The initial implementation guide sounds like the skeleton for the new guide you developed.

Yes if the seven pages was a skeleton, this is what the person looks like. The current version is a product of a lot more work, a lot more failure, and a lot more learning, that has come from our work globally and our work in South Carolina implementing the checklist. It is very practical. It is not filled with theories and academics. It is filled with, ‘If I want to do this, what do I need to do?’

What implementation work has informed the new guide?

We had done scattered implementation work through the WHO, but the WHO didn’t have the assets or the people to update the manual as we were learning things out in the world.

Meanwhile, the South Carolina Hospital Association (SCHA) reached out to Atul and he’d asked them to commit to putting the checklist into place around the state.  Backed by the support of a generous private funder, the SCHA took him up on the idea to work with the state of South Carolina over five years, with an eye towards expanding the work beyond that to other states. South Carolina was a huge implementation experiment, and we made a difference.

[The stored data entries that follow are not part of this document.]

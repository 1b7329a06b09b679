"""``floorswing command``: what to command for a wanted angle, and where turns then land."""

from __future__ import annotations

import json
import math
from dataclasses import dataclass
from pathlib import Path
from typing import TYPE_CHECKING, Any

import click

from floorswing.options import angle_of

if TYPE_CHECKING:
    from calib.command import Command
    from calib.fit import Fit
    from calib.intervals import Estimate
    from calib.landing import Band


@dataclass(frozen=True, slots=True)
class _Asked:
    """What was asked for beside the command itself."""

    confidence: float
    share: float
    within_deg: float | None
    n_turns: int | None


@dataclass(frozen=True, slots=True)
class _Answer:
    """A command with where its turns land."""

    command: Command
    holds: Band
    hits: Estimate | None
    after: Band | None


@click.command(
    short_help="Say what to command for wanted angles.",
    context_settings={"ignore_unknown_options": True},
)
@click.option("--fit", "fit_file", required=True, type=click.Path(path_type=Path), help="fit.json that `fit` wrote.")
@click.option(
    "--confidence",
    type=click.FloatRange(0.5, 0.999),
    default=0.95,
    show_default=True,
    help="Of every interval and band.",
)
@click.option(
    "--share",
    type=click.FloatRange(0.5, 0.999),
    default=0.95,
    show_default=True,
    help="Share of all turns that the tolerance band holds.",
)
@click.option(
    "--within",
    "within_deg",
    type=click.FloatRange(0.0, 360.0, min_open=True),
    metavar="DEG",
    help="Also: how many turns land this near to the wanted angle.",
)
@click.option(
    "--turns",
    "n_turns",
    type=click.IntRange(1, 10_000),
    metavar="N",
    help="Also: the heading error after N such turns, one after the other.",
)
@click.option("--json", "as_json", is_flag=True, help="Print JSON instead of a table.")
@click.argument("angles", nargs=-1, required=True, metavar="ANGLE...")
def command(
    fit_file: Path,
    confidence: float,
    share: float,
    within_deg: float | None,
    n_turns: int | None,
    as_json: bool,
    angles: tuple[str, ...],
) -> None:
    """Print the wheel degrees for each ANGLE (degrees; negative turns clockwise).

    Each comes with the interval of that number, the band in which the next turn lands, and the tolerance band, which
    holds a share of all turns to come.
    """
    from floorswing.fitting import read_fit

    wanted = [angle_of("ANGLE", text) for text in angles]
    fitted = read_fit(fit_file)
    asked = _Asked(confidence, share, within_deg, n_turns)
    found = _answers(fitted, wanted, asked)
    if as_json:
        click.echo(json.dumps([_document(one, asked) for one in found], indent=2))
        return
    click.echo(_table(found, asked))
    if any(one.command.extrapolated for one in found):
        low, high = fitted.tried_wheel_deg
        click.echo(f"(*) outside the {low:g} to {high:g} wheel degrees that were tried: an extrapolation.")


def _answers(fitted: Fit, wanted: list[float], asked: _Asked) -> list[_Answer]:
    from calib.command import command_for, tells_reversal
    from calib.landing import closure, hit_rate, tolerance_band

    answers = []
    for angle in wanted:
        for start in (False, True) if tells_reversal(fitted) else (False,):
            one = command_for(fitted, angle, after_reversal=start, confidence=asked.confidence)
            answers.append(
                _Answer(
                    command=one,
                    holds=tolerance_band(one, asked.share, asked.confidence),
                    hits=hit_rate(one, asked.within_deg, asked.confidence) if asked.within_deg is not None else None,
                    after=closure(one, asked.n_turns, asked.confidence) if asked.n_turns is not None else None,
                )
            )
    return answers


def _table(found: list[_Answer], asked: _Asked) -> str:
    from floorswing.tables import table

    sure = f"{100.0 * asked.confidence:.4g} %"
    header = ["wanted deg", "command wheel deg", f"{sure} interval", f"next turn lands in ({sure})"]
    header.append(f"{100.0 * asked.share:.4g} % of turns land in ({sure} sure)")
    if asked.within_deg is not None:
        header.append(f"turns within {asked.within_deg:g} deg ({sure})")
    if asked.n_turns is not None:
        header.append(f"error after {asked.n_turns} ({sure})")
    rows = [_row(one) for one in found]
    if any(one.command.after_reversal for one in found):
        header.insert(1, "start")
        for row, one in zip(rows, found, strict=True):
            row.insert(1, "reversed" if one.command.after_reversal else "same way")
    return table(header, rows)


def _row(one: _Answer) -> list[str]:
    wheel = one.command.wheel_deg
    mark = " *" if one.command.extrapolated else ""
    row = [
        f"{one.command.wanted_deg:+g}",
        f"{wheel.value:+.1f}{mark}",
        f"{wheel.low:+.1f} to {wheel.high:+.1f}",
        f"{one.command.low_deg:+.2f} to {one.command.high_deg:+.2f} deg",
        f"{one.holds.low_deg:+.2f} to {one.holds.high_deg:+.2f} deg",
    ]
    if one.hits is not None:
        row.append(f"{one.hits.value:.1%} ({one.hits.low:.1%} to {one.hits.high:.1%})")
    if one.after is not None:
        row.append(f"{one.after.low_deg:+.2f} to {one.after.high_deg:+.2f} deg")
    return row


def _document(one: _Answer, asked: _Asked) -> dict[str, Any]:
    command, wheel = one.command, one.command.wheel_deg
    document: dict[str, Any] = {
        "wanted_deg": command.wanted_deg,
        "start": "reversed" if command.after_reversal else "same way",
        "wheel_deg": wheel.value,
        "u_wheel_deg": wheel.u,
        "low_wheel_deg": wheel.low if math.isfinite(wheel.low) else None,
        "high_wheel_deg": wheel.high if math.isfinite(wheel.high) else None,
        "single_turn_low_deg": command.low_deg,
        "single_turn_high_deg": command.high_deg,
        "tolerance_share": asked.share,
        "tolerance_low_deg": one.holds.low_deg,
        "tolerance_high_deg": one.holds.high_deg,
        "confidence": command.confidence,
        "extrapolated": command.extrapolated,
    }
    if one.hits is not None:
        document["hit_rate"] = {
            "within_deg": asked.within_deg,
            "value": one.hits.value,
            "u": one.hits.u,
            "low": one.hits.low,
            "high": one.hits.high,
        }
    if one.after is not None:
        document["closure"] = {"turns": asked.n_turns, "low_deg": one.after.low_deg, "high_deg": one.after.high_deg}
    return document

The checklist is probably more widely, fully implemented in South Carolina than it is anywhere else in the whole country. In terms of the spirit of the checklist, there are hospitals there that really use it well.

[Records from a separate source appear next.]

"""``floorswing measure``: clips in, tables of turns out."""

from __future__ import annotations

import json
import re
from dataclasses import replace
from pathlib import Path
from typing import Any

import click

from floorswing.cli import EXIT_SOME_FAILED, EXIT_WRONG
from floorswing.errors import one_line
from floorswing.progress import Board

MOST_TABLES = 6
"""More clips than these are reported by a sentence each, without their tables of turns."""


def numbers(ctx: click.Context, param: click.Parameter, value: str | None) -> tuple[int, ...]:
    """Return whole numbers from 1 that were given with commas between them."""
    parts = value.split(",") if value is not None else []
    if not all(re.fullmatch(r" *0*[1-9][0-9]{0,8} *", part) for part in parts):
        raise click.BadParameter(f"{value!r}; accepted: whole numbers from 1 with commas between them, such as 3,7")
    return tuple(sorted({int(part) for part in parts}))


@click.command(short_help="Measure the turns in clips filmed from above.")
@click.argument("clips", nargs=-1, required=True, metavar="CLIP...")
@click.option("--trial", required=True, type=click.Path(path_type=Path), help="Trial file (TOML) of these clips.")
@click.option(
    "--out",
    required=True,
    type=click.Path(path_type=Path),
    help="Folder to write into; each clip gets a folder of its own there.",
)
@click.option("--continued", is_flag=True, help="The commands run on from one clip to the next, in this order.")
@click.option(
    "--from-command",
    type=click.IntRange(min=1),
    default=1,
    metavar="N",
    help="The first turn filmed answers command N (counted from 1) or a later one.",
)
@click.option("--undriven", callback=numbers, metavar="N,N", help="Commands that were never driven.")
@click.option(
    "--stray-turns",
    callback=numbers,
    metavar="N,N",
    help="Turns, as numbered in turns.csv, that answer no command.",
)
@click.option("--again", is_flag=True, help="Measure even what was measured before with nothing changed since.")
@click.option("--sparse", is_flag=True, help="Pass over long still stretches undecoded: faster, a little less is seen.")
@click.option(
    "--workers",
    type=click.IntRange(min=1),
    help="Clips measured side by side, each in a process of its own; by default as many as there are cores.",
)
@click.option(
    "--scheduler",
    metavar="ADDRESS",
    help="Measure on the workers of this Dask scheduler (tcp://host:8786); they open the paths and URLs.",
)
@click.option("--json", "as_json", is_flag=True, help="Print the turns as JSON instead of tables.")
def command(
    clips: tuple[str, ...],
    trial: Path,
    out: Path,
    continued: bool,
    from_command: int,
    undriven: tuple[int, ...],
    stray_turns: tuple[int, ...],
    again: bool,
    sparse: bool,
    workers: int | None,
    scheduler: str | None,
    as_json: bool,
) -> None:
    """Measure the turns in each CLIP and write them to a folder named after it.

    A CLIP is a video file, or a folder of them. The folder written holds turns.csv (one row a turn), events.csv
    (what was not a turn), heading.csv (one row a frame) and measurement.json (settings, estimates, uncertainty
    budget, warnings).

    What the output folder holds already from the same clip, trial, settings and program is kept, so that a batch
    that was stopped goes on where it was. A clip that fails does not stop the others; the exit code is then 1.
    """
    from floorswing.batch import Batch
    from floorswing.matching import Remedies

    if scheduler is not None and workers is not None:
        raise click.UsageError("--workers and --scheduler: give one of them; a scheduler has its own workers")
    remedies = Remedies(from_command=from_command, undriven=undriven or (), stray_turns=stray_turns or ())
    batch = Batch(
        clips,
        trial,
        out,
        continued=continued,
        again=again,
        workers=workers,
        scheduler=scheduler,
        remedies=remedies,
    )
    told = _Told(len(batch.names), as_json)
    with Board(batch.names) as board:
        for outcome in batch.run(board):
            board.finish(outcome.name)
            told.hear(outcome)
    told.sum_up()
    if told.failed:
        all_wrong = not told.measured and all(failure.is_wrong_file for failure in told.failed)
        raise click.exceptions.Exit(EXIT_WRONG if all_wrong else EXIT_SOME_FAILED)


class _Told:
    """What the outcomes are told as: lines while they come, and a table at the end."""

    def __init__(self, n_clips: int, as_json: bool) -> None:
        self._n_clips = n_clips
        self._as_json = as_json
        self.measured: list[Any] = []
        self.failed: list[Any] = []
        self._n_kept = 0

    def hear(self, outcome: Any) -> None:
        """Print what is to be said about one clip."""
        from floorswing.batch import Kept
        from floorswing.clip_job import Failure

        if isinstance(outcome, Failure):
            self.failed.append(outcome)
            click.echo(f"Error: {about(outcome.clip, outcome.error)}", err=True)
            return
        kept = isinstance(outcome, Kept)
        one = outcome.measurement if isinstance(outcome, Kept) else outcome
        self._n_kept += kept
        self.measured.append(replace(one, track=None))  # long clips have long tracks
        self._report(one, kept)

    def _report(self, one: Any, kept: bool) -> None:
        from floorswing.summary import sentence, turns_table

        for warning in one.warnings:
            click.echo(f"Warning: {about(one.source.path, warning)}", err=True)
        if not kept and (one.folder / "fit.json").exists():
            click.echo(f"Warning: {one.folder / 'fit.json'} is of an earlier measurement; fit again", err=True)
        if self._as_json:
            return
        if self._n_clips <= MOST_TABLES:
            click.echo(turns_table(one.turns))
        click.echo(sentence(one))
        if kept:
            click.echo(f"Kept from before in {one.folder}; nothing has changed since (--again measures anew)\n")
        else:
            click.echo(f"Written to {one.folder}\n")

    def sum_up(self) -> None:
        """Print the JSON document, or after several clips a table with the failures first."""
        from floorswing.summary import batch_table

        if self._as_json:
            click.echo(json.dumps([_document(one) for one in self.measured], indent=2, ensure_ascii=False))
        elif self._n_clips > 1:
            failures = [(failure.name, about(failure.clip, failure.error)) for failure in self.failed]
            click.echo(batch_table(failures, self.measured, self._n_kept))


def about(clip: Path | str, message: object) -> str:
    """Return the message on one line, with the clip's whole path in front and its name only once."""
    line = one_line(message)
    for name in (str(clip), str(clip).rpartition("/")[2], Path(clip).name):
        line = line.removeprefix(f"{one_line(name)}: ")
    return f"{one_line(clip)}: {line}"


def _document(one: Any) -> dict[str, Any]:
    from floorswing.files import plain

    document: dict[str, Any] = plain(
        {
            "name": one.name,
            "clip": one.source.path,
            "sha256": one.source.sha256,
            "folder": one.folder,
            "turns": one.turns,
            "events": one.events,
            "warnings": one.warnings,
        }
    )
    return document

In the beginning, we didn’t really know how to help people implement a major change in the operating room. This was our first chance to really get close to the ground. We looked around, we tried to find large-scale implementation projects of a similar nature, there wasn’t much. Dr. Peter Pronovost at Johns Hopkins had done some seminal work in the state of Michigan to implement a checklist, which  actually inspired the original WHO checklist. He focused on ICUs to reduce the rate of deadly infections associated with central line catheters, and he’d shown you could do it, and at scale. Then we gathered anything we could find about implementation the experiences in businesses and corporations and in the federal government.

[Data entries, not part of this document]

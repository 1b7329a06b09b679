"""``floorswing compare``: whether surfaces, robots, speeds or days differ."""

from __future__ import annotations

import math
from pathlib import Path

import click

from floorswing.options import angle_of


@click.command(short_help="Say whether surfaces, robots, speeds or days differ.")
@click.argument("folders", nargs=-1, required=True, type=click.Path(path_type=Path), metavar="DIR...")
@click.option(
    "--angle", "angles", multiple=True, metavar="DEG", help="Angle to compare at, may be repeated.  [default: 90, -90]"
)
@click.option("--margin-deg", type=float, default=1.0, show_default=True, help="Difference that does not matter.")
@click.option("--by", metavar="COLUMN", help="Compare the values of a further column of the commands file.")
@click.option(
    "--logbook",
    "book",
    type=click.Path(path_type=Path, dir_okay=False),
    help="Logbook that log:... refers to.  [default: the usual one]",
)
@click.option("--json", "as_json", is_flag=True, help="Print JSON instead of tables.")
def command(
    folders: tuple[Path, ...],
    angles: tuple[str, ...],
    margin_deg: float,
    by: str | None,
    book: Path | None,
    as_json: bool,
) -> None:
    """Compare what each DIR holds: folders that `measure` wrote for a clip, or folders of such folders.

    The clips in one DIR are runs of one thing; clips of different robots or floors are told apart. Each pair is the
    same within the margin, different, or cannot be told yet, and then how many more turns would tell.

    In place of a DIR, log:surface=cork (or another selection) stands for the trials of the logbook that it selects.
    """
    from floorswing.comparing import compare, comparison_json, comparison_sentences, group_table, pair_table
    from floorswing.logbook.taken import as_folders

    if not (math.isfinite(margin_deg) and margin_deg > 0.0):
        raise click.UsageError(f"--margin-deg: found {margin_deg:g}; accepted: degrees above 0")
    wanted = [angle_of("--angle", text) for text in angles]
    with as_folders(folders, book) as places:
        found = compare(places, wanted_deg=wanted, margin_deg=margin_deg, by=by)
    if as_json:
        click.echo(comparison_json(found), nl=False)
        return
    click.echo(group_table(found) + "\n")
    click.echo(pair_table(found) + "\n")
    for line in comparison_sentences(found):
        click.echo(line)
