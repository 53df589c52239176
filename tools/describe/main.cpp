#include "describe/run.hpp"

int main(int argc, char** argv) {
  return tambour::tools::guarded_main(argc, argv, "tambour-describe", tambour::tools::describe::run);
}
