// tambour-describe: numbers that do not change when the object is rotated.
#pragma once

#include <ostream>

#include "common/guarded_main.hpp"

namespace tambour::tools::describe {

/// Returns an exit code or throws Error.
int run(const Arguments& arguments, std::ostream& out, std::ostream& err);

}  // namespace tambour::tools::describe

So you had a partner in South Carolina and you had a checklist to implement and funding to do it, but the question was, how?

That’s right. The initial investment was in creating a 19-part webinar series for hospitals in South Carolina. It was clear at the end of the 19 webinars over six-months that we were moving too fast. They couldn’t keep up because the work took longer than that, and we clearly didn’t have it down.

We did the webinar series two more times and it went from 19 to 15 to 9. The message got crisper and crisper. Each time, the next one incorporated learning after the series was done. We learned from direct hospital contacts what worked, what didn’t work, what they wish we’d done. We also learned from interacting with them at in-person meetings.

It sounds like the webinars were the first draft of your implementation guide.

Right. And when Ashley Kay Childers, our PhD partner from Clemson University in South Carolina, started doing hospital visits to coach operating room teams, she was also gathering information on implementation. We took those learnings to make the webinars series even better. With additional private funding, we worked with a designer in Seattle, Chris Barnes, who put a team together to go through all the webinars, transcribe them, and then turn the content outline for the manual. Then, the manual was created by me, Chris and our program manager Lizzie Edmondson.

That’s a tremendous amount of work.

It’s unbelievable. And if a hospital follows it, it’s a path that can work. It has a very high likelihood of succeeding.

Who is the audience for this guide? And what level do you see it being used? Is it for one surgeon? A hospital? A health system?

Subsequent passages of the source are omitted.